Scope of review - SCOPE OF REVIEW Safety and Health

"Serious" violation

In determining whether a serious violation has occurred, the focus need not be on only a condition in the workplace, rather, focus may be on whether there is a substantial probability that harm could result from a practice, method or process in use in the workplace.  …William Dickson Company, 99 W0381 (2001) [Editor's Note:  The Board's decision was appealed to superior court under King County Cause No. 02-2-00501-2SEA(Employer), 02-2-03240-1SEA(Department).]

In order for a violation to be classified as "serious" there must be a showing that the employer had knowledge of the hazardous conduct or condition and that there was "a substantial probability that death or physical harm could result" from the violation. RCW 49.17.180(6). ....The Erection Company (II), 88 W142 (1990)[Editor's Note: The Board's decision was appealed to superior court under King County Cause No. 90-2-23987-0.]
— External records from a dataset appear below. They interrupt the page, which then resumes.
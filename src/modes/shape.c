/* twinhorizon: linear stability of sonic horizon pairs in Bose-Einstein condensates
 * SPDX-License-Identifier: GPL-3.0-or-later
 *
 * Norm, share of the pockets and node count of a mode. In: an eigenvector on a mesh. Out:
 * th_mode_shape. Calls mesh, operator, dispersion, flow.
 * Symbols: eta, phi density and phase fluctuation; energy 1/2 n (|phi'|^2 + c^2 |eta|^2 +
 *   |eta'|^2/4) per length; norm 2 n Im(eta phi*) per length.
 * Outside an open end the field is the sum of the two outgoing waves of the uniform flow, taken
 * along the real axis (the mesh only knows it along the rotated ray). Proof: tests/test_modes.c. */
#include "modes/shape.h"

#include <gsl/gsl_math.h>
#include <stdlib.h>

#include "alloc.h"
#include "dispersion.h"

typedef struct {
    double energy, norm, size; /* size: 2 Int n |eta phi|, the largest |norm| possible */
} sums;

typedef struct {
    const th_flow *flow;
    const th_mesh *mesh;
    double complex omega;
    double complex *eta, *phi;             /* [elements][order + 1] */
    double complex *eta_slope, *phi_slope; /* [elements][order + 1] */
    double from, to;                       /* window of integration */
} field;

/* The fields at one point. */
typedef struct {
    double complex eta, phi, eta_slope, phi_slope;
} sample;

static double complex interpolate(const th_gll *rule, const double complex *value, double z)
{
    double re[TH_GLL_ORDER_MAX + 1], im[TH_GLL_ORDER_MAX + 1];

    for (int j = 0; j <= rule->order; j++) {
        re[j] = creal(value[j]);
        im[j] = cimag(value[j]);
    }
    return th_gll_interpolate(rule, re, z) + I * th_gll_interpolate(rule, im, z);
}

static sample at_point(const field *f, int e, double x)
{
    const th_element *el = &f->mesh->element[e];
    const th_gll *rule = &f->mesh->rule;
    const size_t at = (size_t)e * (size_t)(rule->order + 1);
    const double z = fmax(-1.0, fmin(1.0, 2.0 * (x - el->left) / el->length - 1.0));
    sample s = {interpolate(rule, f->eta + at, z), interpolate(rule, f->phi + at, z),
                interpolate(rule, f->eta_slope + at, z), interpolate(rule, f->phi_slope + at, z)};

    return s;
}

static void accumulate(sums *total, const sample *s, double n, double c, double weight)
{
    const double eta = cabs(s->eta), phi = cabs(s->phi);
    const double energy = cabs(s->phi_slope) * cabs(s->phi_slope) + c * c * eta * eta +
                          0.25 * cabs(s->eta_slope) * cabs(s->eta_slope);

    total->energy += 0.5 * weight * n * energy;
    total->norm += 2.0 * weight * n * cimag(s->eta * conj(s->phi));
    total->size += 2.0 * weight * n * eta * phi;
}

/* Integrals over [from, to] within one inside element. */
static void add_part(const field *f, int e, double from, double to, sums *total)
{
    const th_gll *rule = &f->mesh->rule;

    for (int q = 0; q <= rule->order; q++) {
        const double x = from + 0.5 * (to - from) * (rule->node[q] + 1.0);
        const sample s = at_point(f, e, x);
        th_flow_point point;

        th_flow_eval(f->flow, f->mesh->element[e].piece, x, &point);
        accumulate(total, &s, point.n, point.c, 0.5 * (to - from) * rule->weight[q]);
    }
}

static void add_stretch(const field *f, double from, double to, sums *total)
{
    for (int e = f->mesh->first_inside; e <= f->mesh->last_inside; e++) {
        const th_element *el = &f->mesh->element[e];
        const double low = fmax(from, el->left), high = fmin(to, el->left + el->length);

        if (high > low)
            add_part(f, e, low, high, total);
    }
}

/* The mode beyond an open end, side -1 or +1, over a length: two outgoing waves matched to eta and
 * phi at the edge. A wave of wave number k has (eta, phi) = (k^2, -i (omega - v k)). */
static th_status add_outside(const field *f, int side, double edge, double length, sums *total,
                             th_error *err)
{
    const th_mesh *m = f->mesh;
    const int e = side < 0 ? m->first_inside : m->last_inside;
    const int piece = side < 0 ? -1 : th_flow_pieces(f->flow);
    const sample s = at_point(f, e, edge);
    const double complex turn = cexp(I * m->angle);
    double complex k[4], out[2] = {0}, amplitude[2], p[2], determinant;
    th_flow_point point;
    int found = 0, parts;
    th_status st;

    th_flow_eval(f->flow, piece, edge, &point);
    if (length <= 0.0 || point.v >= point.c) /* behind a supersonic end there is no pocket's tail */
        return TH_OK;
    st = th_dispersion_roots(f->omega, point.v, point.c, k, err);
    if (st != TH_OK)
        return st;
    for (int i = 0; i < 4; i++)
        if (side * cimag(k[i] * turn) > 0.0 && found < 2)
            out[found++] = k[i];
    if (found != 2)
        return TH_OK; /* beyond the sector that the rotation uncovers: leave the tail out */
    p[0] = -I * (f->omega - point.v * out[0]);
    p[1] = -I * (f->omega - point.v * out[1]);
    determinant = out[0] * out[0] * p[1] - out[1] * out[1] * p[0];
    amplitude[0] = (s.eta * p[1] - out[1] * out[1] * s.phi) / determinant;
    amplitude[1] = (out[0] * out[0] * s.phi - s.eta * p[0]) / determinant;
    parts = 1 + (int)(fmin(fmax(cabs(out[0]), cabs(out[1])) * length / 8.0, 1e4));
    for (int i = 0; i < parts; i++)
        for (int q = 0; q <= m->rule.order; q++) {
            const double away = length / parts * (i + 0.5 * (m->rule.node[q] + 1.0));
            sample t = {0};

            for (int w = 0; w < 2; w++) {
                double complex wave = amplitude[w] * cexp(I * out[w] * side * away);

                t.eta += out[w] * out[w] * wave;
                t.phi += p[w] * wave;
                t.eta_slope += I * out[w] * out[w] * out[w] * wave;
                t.phi_slope += I * out[w] * p[w] * wave;
            }
            accumulate(total, &t, point.n, point.c, 0.5 * length / parts * m->rule.weight[q]);
        }
    return TH_OK;
}

static th_status fill(field *f, const th_operator *op, const double complex *vector, th_error *err)
{
    const th_mesh *m = f->mesh;
    const int nodes = m->rule.order + 1;
    const size_t total = (size_t)m->elements * (size_t)nodes;

    f->eta = th_alloc(total, sizeof *f->eta);
    f->phi = th_alloc(total, sizeof *f->phi);
    f->eta_slope = th_alloc(total, sizeof *f->eta_slope);
    f->phi_slope = th_alloc(total, sizeof *f->phi_slope);
    if (f->eta == NULL || f->phi == NULL || f->eta_slope == NULL || f->phi_slope == NULL)
        return th_fail(err, TH_ENOMEM, "mode shape: %zu nodes", total);
    for (size_t at = 0; at < total; at++) {
        const int slot = op->slot[at];

        if (slot < 0)
            continue;
        f->eta[at] = vector[2 * slot] / csqrt(op->mass[slot]);
        f->phi[at] = vector[2 * slot + 1] / csqrt(op->mass[slot]);
    }
    for (int e = 0; e < m->elements; e++) {
        const size_t first = (size_t)e * (size_t)nodes;
        const double complex scale = 2.0 / (m->element[e].length * m->element[e].stretch);

        for (int i = 0; i < nodes; i++)
            for (int j = 0; j < nodes; j++) {
                f->eta_slope[first + (size_t)i] +=
                    scale * m->rule.slope[i][j] * f->eta[first + (size_t)j];
                f->phi_slope[first + (size_t)i] +=
                    scale * m->rule.slope[i][j] * f->phi[first + (size_t)j];
            }
    }
    return TH_OK;
}

/* Zeros of Re(eta e^{-i alpha}) on [from, to], alpha the phase that makes Int eta^2 real. */
static int count_nodes(const field *f, double from, double to)
{
    const int per_element = 4 * f->mesh->rule.order; /* the field has fewer than order zeros */
    double complex square = 0.0, phase;
    int zeros = 0, last = 0;

    for (int pass = 0; pass < 2; pass++) {
        phase = pass == 1 && cabs(square) > 0.0 ? csqrt(conj(square) / cabs(square)) : 1.0;
        for (int e = f->mesh->first_inside; e <= f->mesh->last_inside; e++) {
            const th_element *el = &f->mesh->element[e];

            for (int q = 0; q < per_element; q++) {
                const double x = el->left + el->length * (q + 0.5) / per_element;
                double complex eta;
                int sign;

                if (x < from || x > to)
                    continue;
                eta = at_point(f, e, x).eta;
                if (pass == 0) {
                    square += eta * eta * el->length;
                    continue;
                }
                sign = creal(eta * phase) > 0.0 ? 1 : -1;
                zeros += last != 0 && sign != last;
                last = sign;
            }
        }
    }
    return zeros;
}

/* A pocket that wraps through the seam of a ring is two stretches. */
static int stretches(const th_flow *flow, const th_pocket *pocket, double from[2], double to[2])
{
    const double half = 0.5 * th_flow_ends(flow).circumference;

    from[0] = pocket->left;
    to[0] = pocket->right;
    if (th_flow_ends(flow).kind != TH_ENDS_RING || pocket->right <= half)
        return 1;
    to[0] = half;
    from[1] = -half;
    to[1] = pocket->right - 2.0 * half;
    return 2;
}

th_status th_mode_shape_find(const th_flow *flow, const th_mesh *mesh, const th_operator *op,
                             double complex omega, const double complex *vector, th_mode_shape *out,
                             th_error *err)
{
    /* |norm| below this share of its largest possible value counts as zero; refined vectors are
     * good to far better than this (tests/test_modes.c prints growing modes' norms). */
    const double no_norm = 1e-6;
    th_status st = TH_EBUG;
    field f = {.flow = flow, .mesh = mesh, .omega = omega};
    sums all = {0}, inside = {0};
    const th_pocket *pocket;
    const double *edge;
    double from[2], to[2];
    int pockets, edges;

    *out = (th_mode_shape){0};
    st = fill(&f, op, vector, err);
    if (st != TH_OK)
        goto done;
    pocket = th_flow_pockets(flow, &pockets);
    edge = th_flow_edges(flow, &edges);
    f.from = edge[0];
    f.to = edge[edges - 1];
    if (mesh->ends == TH_ENDS_OPEN && pockets > 0) {
        const double extent = pocket[pockets - 1].right - pocket[0].left;

        f.from = pocket[0].left - extent;
        f.to = pocket[pockets - 1].right + extent;
        st = add_outside(&f, -1, edge[0], edge[0] - f.from, &all, err);
        if (st == TH_OK)
            st = add_outside(&f, +1, edge[edges - 1], f.to - edge[edges - 1], &all, err);
        if (st != TH_OK)
            goto done;
    }
    add_stretch(&f, f.from, f.to, &all);
    for (int i = 0; i < pockets; i++) {
        const int parts = stretches(flow, &pocket[i], from, to);

        for (int s = 0; s < parts; s++) {
            add_stretch(&f, from[s], to[s], &inside);
            out->nodes += count_nodes(&f, from[s], to[s]);
        }
    }
    if (all.energy > 0.0)
        out->pocket_share = fmin(1.0, inside.energy / all.energy);
    if (fabs(all.norm) > no_norm * all.size)
        out->norm = all.norm > 0.0 ? 1 : -1;
done:
    free(f.eta);
    free(f.phi);
    free(f.eta_slope);
    free(f.phi_slope);
    return st;
}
Timeliness of citation RCW 49.17.120(4)

A second inspection of an employer commenced after the opening conference in the first inspection constitutes a separate inspection, not a continuation of the first, so that the time for issuing the citation and notice for the second inspection began on the date of the second inspection and not the first. RCW 49.17.120. ….Aerojet, 10 W1285 (2012)

"Willful" violation

Because an employer had been cited for trenching violations while working in certain soil conditions, and the employer was fully aware of the safety requirements in those soil conditions, its decision not to comply with trenching requirements constituted a "willful" violation since the employer substituted its judgment for the requirement of the safety code and demonstrated either the intentional disregard of or plain indifference to the requirements of the statute. ....Cam Construction, 90 W060 (1992)

In order to establish that a WISHA violation is "willful" the Department must demonstrate that it involved voluntary action, done either with an intentional disregard of or plain indifference to the requirements of the statute. ....The Erection Company (II), 88 W142 (1990) [Editor's Note: The Board's decision was appealed to superior court under King County Cause No. 90-2-23987-0.]